# What you are asked to do
Lines to restate from the data below: from the one containing "the lookup (404);" to the one containing "true, excludedReason: 'taken", both included. Give them again exactly, and only them.

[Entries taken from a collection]
────────

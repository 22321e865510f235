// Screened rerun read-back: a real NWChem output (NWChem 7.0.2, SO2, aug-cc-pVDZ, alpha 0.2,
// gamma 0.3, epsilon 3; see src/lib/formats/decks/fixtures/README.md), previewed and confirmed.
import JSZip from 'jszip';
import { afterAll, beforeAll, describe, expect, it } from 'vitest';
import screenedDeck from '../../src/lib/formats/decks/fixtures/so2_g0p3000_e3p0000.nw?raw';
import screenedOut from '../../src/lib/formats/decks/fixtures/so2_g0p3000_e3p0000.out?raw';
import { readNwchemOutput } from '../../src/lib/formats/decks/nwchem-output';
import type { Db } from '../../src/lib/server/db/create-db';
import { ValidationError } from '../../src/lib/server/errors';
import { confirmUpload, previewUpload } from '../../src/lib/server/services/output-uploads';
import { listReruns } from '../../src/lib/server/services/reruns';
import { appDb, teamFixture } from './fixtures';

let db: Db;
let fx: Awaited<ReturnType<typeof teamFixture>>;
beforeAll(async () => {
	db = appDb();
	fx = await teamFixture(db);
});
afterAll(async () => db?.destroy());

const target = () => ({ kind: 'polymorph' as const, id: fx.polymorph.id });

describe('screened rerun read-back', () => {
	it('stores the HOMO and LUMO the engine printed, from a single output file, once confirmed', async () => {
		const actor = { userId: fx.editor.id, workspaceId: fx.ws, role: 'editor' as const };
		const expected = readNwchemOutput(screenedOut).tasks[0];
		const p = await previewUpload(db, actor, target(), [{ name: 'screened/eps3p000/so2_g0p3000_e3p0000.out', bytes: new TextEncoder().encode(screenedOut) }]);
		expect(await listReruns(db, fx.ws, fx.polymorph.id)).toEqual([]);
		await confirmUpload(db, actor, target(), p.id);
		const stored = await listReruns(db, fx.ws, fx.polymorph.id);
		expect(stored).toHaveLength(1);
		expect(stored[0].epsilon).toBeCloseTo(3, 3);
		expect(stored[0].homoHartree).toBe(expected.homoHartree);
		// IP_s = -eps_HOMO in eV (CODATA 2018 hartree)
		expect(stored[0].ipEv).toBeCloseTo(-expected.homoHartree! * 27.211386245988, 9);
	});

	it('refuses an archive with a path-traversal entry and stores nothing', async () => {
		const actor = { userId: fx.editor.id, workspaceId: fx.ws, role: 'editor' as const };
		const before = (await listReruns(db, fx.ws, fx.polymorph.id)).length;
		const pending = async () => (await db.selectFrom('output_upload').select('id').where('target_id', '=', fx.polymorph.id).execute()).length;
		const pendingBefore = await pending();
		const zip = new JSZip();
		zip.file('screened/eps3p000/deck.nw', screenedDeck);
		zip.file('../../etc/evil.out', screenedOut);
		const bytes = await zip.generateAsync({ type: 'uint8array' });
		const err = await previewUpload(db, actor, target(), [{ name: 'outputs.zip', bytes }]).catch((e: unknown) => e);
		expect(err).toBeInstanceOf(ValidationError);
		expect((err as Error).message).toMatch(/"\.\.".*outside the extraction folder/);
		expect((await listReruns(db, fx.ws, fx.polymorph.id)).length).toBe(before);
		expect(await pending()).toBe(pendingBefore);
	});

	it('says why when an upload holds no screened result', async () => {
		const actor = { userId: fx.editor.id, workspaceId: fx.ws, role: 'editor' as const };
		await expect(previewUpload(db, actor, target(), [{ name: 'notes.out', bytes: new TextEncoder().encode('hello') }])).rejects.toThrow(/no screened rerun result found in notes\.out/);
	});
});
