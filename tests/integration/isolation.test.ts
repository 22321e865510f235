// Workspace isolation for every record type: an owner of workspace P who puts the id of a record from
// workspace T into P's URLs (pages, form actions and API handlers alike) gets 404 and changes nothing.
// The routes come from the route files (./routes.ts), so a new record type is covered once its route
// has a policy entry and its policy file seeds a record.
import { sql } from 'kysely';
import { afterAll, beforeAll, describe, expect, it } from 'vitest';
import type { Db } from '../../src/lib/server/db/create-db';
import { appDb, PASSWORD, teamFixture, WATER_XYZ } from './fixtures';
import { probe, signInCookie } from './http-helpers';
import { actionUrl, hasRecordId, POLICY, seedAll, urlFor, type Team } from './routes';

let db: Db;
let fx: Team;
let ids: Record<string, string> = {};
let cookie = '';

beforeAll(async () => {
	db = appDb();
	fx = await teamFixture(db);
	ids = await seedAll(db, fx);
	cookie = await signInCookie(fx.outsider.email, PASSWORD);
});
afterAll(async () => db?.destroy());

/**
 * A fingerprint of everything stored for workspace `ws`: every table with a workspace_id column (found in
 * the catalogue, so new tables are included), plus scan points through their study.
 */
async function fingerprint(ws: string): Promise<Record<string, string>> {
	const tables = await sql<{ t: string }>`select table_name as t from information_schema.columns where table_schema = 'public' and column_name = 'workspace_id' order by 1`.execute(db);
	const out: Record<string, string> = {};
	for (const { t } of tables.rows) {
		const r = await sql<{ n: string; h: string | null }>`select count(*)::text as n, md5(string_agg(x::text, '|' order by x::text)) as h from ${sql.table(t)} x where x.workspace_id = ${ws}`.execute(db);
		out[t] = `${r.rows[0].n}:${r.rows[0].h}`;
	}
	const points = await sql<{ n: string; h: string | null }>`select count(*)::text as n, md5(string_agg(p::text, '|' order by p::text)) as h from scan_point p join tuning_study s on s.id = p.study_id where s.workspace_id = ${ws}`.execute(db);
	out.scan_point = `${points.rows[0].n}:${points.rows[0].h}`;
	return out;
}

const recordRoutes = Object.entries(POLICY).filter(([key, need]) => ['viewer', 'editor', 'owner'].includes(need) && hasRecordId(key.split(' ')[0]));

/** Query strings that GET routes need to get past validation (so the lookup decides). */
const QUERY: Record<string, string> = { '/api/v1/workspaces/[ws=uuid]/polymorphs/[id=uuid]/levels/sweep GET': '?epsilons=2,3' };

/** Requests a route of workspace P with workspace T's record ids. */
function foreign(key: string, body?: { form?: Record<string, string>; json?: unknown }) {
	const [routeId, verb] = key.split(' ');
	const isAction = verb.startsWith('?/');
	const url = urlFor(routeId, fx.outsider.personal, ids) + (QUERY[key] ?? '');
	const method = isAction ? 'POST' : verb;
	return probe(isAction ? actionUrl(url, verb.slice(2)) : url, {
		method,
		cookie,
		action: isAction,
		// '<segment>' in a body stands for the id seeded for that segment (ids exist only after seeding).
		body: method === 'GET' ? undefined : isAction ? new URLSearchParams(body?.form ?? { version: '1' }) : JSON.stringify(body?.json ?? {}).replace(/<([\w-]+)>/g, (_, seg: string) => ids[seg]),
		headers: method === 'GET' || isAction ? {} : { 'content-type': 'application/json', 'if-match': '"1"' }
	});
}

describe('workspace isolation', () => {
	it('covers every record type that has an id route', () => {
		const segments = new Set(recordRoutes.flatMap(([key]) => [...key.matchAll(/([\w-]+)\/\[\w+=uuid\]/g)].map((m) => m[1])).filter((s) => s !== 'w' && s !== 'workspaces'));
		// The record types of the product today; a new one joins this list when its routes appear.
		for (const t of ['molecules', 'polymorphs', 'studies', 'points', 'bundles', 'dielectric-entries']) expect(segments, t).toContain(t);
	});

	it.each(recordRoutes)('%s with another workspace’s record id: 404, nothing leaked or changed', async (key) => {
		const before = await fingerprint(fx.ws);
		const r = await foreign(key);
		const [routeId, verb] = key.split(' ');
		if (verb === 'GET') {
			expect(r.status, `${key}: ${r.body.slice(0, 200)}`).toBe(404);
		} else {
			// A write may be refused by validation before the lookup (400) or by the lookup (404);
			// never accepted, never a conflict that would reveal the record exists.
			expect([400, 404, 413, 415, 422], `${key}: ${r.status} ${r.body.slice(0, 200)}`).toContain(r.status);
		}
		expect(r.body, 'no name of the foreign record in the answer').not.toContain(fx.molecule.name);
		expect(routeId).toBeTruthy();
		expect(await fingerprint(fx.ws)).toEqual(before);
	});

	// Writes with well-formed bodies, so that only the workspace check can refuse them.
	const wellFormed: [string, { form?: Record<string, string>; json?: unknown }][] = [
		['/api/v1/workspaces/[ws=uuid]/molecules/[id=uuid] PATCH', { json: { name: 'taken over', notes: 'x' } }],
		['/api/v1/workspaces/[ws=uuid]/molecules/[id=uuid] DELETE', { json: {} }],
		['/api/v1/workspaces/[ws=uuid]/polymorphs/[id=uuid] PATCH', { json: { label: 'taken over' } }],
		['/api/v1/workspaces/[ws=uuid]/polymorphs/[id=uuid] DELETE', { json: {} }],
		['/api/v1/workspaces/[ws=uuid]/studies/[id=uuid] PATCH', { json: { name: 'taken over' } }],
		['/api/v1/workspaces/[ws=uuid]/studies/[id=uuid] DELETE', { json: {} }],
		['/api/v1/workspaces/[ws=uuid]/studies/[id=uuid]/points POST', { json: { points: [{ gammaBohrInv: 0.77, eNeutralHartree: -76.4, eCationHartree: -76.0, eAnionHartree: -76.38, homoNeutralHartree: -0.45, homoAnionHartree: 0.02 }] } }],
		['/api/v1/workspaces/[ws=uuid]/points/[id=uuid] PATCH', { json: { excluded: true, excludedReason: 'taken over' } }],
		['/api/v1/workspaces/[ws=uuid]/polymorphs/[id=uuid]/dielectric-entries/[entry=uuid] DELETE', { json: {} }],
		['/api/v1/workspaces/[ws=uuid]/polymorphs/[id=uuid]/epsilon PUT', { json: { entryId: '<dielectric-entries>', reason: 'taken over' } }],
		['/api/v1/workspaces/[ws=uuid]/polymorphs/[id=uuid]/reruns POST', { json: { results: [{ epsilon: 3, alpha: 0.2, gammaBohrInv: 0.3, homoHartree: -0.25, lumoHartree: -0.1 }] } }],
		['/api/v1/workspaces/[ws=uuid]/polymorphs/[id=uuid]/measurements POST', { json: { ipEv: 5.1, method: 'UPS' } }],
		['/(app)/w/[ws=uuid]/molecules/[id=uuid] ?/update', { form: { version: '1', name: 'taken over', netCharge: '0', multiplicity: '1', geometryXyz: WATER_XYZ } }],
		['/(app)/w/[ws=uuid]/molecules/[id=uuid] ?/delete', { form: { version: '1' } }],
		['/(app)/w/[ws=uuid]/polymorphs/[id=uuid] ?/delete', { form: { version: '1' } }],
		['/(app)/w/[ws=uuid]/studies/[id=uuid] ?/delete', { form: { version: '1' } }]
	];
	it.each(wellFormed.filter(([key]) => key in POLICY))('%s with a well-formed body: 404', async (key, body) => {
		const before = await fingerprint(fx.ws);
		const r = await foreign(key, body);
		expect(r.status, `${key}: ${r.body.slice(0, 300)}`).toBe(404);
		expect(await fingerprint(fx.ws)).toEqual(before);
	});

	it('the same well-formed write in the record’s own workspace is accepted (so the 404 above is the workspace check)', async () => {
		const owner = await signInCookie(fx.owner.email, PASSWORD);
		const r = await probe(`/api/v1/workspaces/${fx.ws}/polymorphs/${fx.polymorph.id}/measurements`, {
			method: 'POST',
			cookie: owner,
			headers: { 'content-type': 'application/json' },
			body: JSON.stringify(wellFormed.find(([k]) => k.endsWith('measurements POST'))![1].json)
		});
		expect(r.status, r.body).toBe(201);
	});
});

────────

# Result of this task
			// A write may be refused by validation before the lookup (400) or by the lookup (404);
			// never accepted, never a conflict that would reveal the record exists.
			expect([400, 404, 413, 415, 422], `${key}: ${r.status} ${r.body.slice(0, 200)}`).toContain(r.status);
		}
		expect(r.body, 'no name of the foreign record in the answer').not.toContain(fx.molecule.name);
		expect(routeId).toBeTruthy();
		expect(await fingerprint(fx.ws)).toEqual(before);
	});

	// Writes with well-formed bodies, so that only the workspace check can refuse them.
	const wellFormed: [string, { form?: Record<string, string>; json?: unknown }][] = [
		['/api/v1/workspaces/[ws=uuid]/molecules/[id=uuid] PATCH', { json: { name: 'taken over', notes: 'x' } }],
		['/api/v1/workspaces/[ws=uuid]/molecules/[id=uuid] DELETE', { json: {} }],
		['/api/v1/workspaces/[ws=uuid]/polymorphs/[id=uuid] PATCH', { json: { label: 'taken over' } }],
		['/api/v1/workspaces/[ws=uuid]/polymorphs/[id=uuid] DELETE', { json: {} }],
		['/api/v1/workspaces/[ws=uuid]/studies/[id=uuid] PATCH', { json: { name: 'taken over' } }],
		['/api/v1/workspaces/[ws=uuid]/studies/[id=uuid] DELETE', { json: {} }],
		['/api/v1/workspaces/[ws=uuid]/studies/[id=uuid]/points POST', { json: { points: [{ gammaBohrInv: 0.77, eNeutralHartree: -76.4, eCationHartree: -76.0, eAnionHartree: -76.38, homoNeutralHartree: -0.45, homoAnionHartree: 0.02 }] } }],
		['/api/v1/workspaces/[ws=uuid]/points/[id=uuid] PATCH', { json: { excluded: true, excludedReason: 'taken over' } }],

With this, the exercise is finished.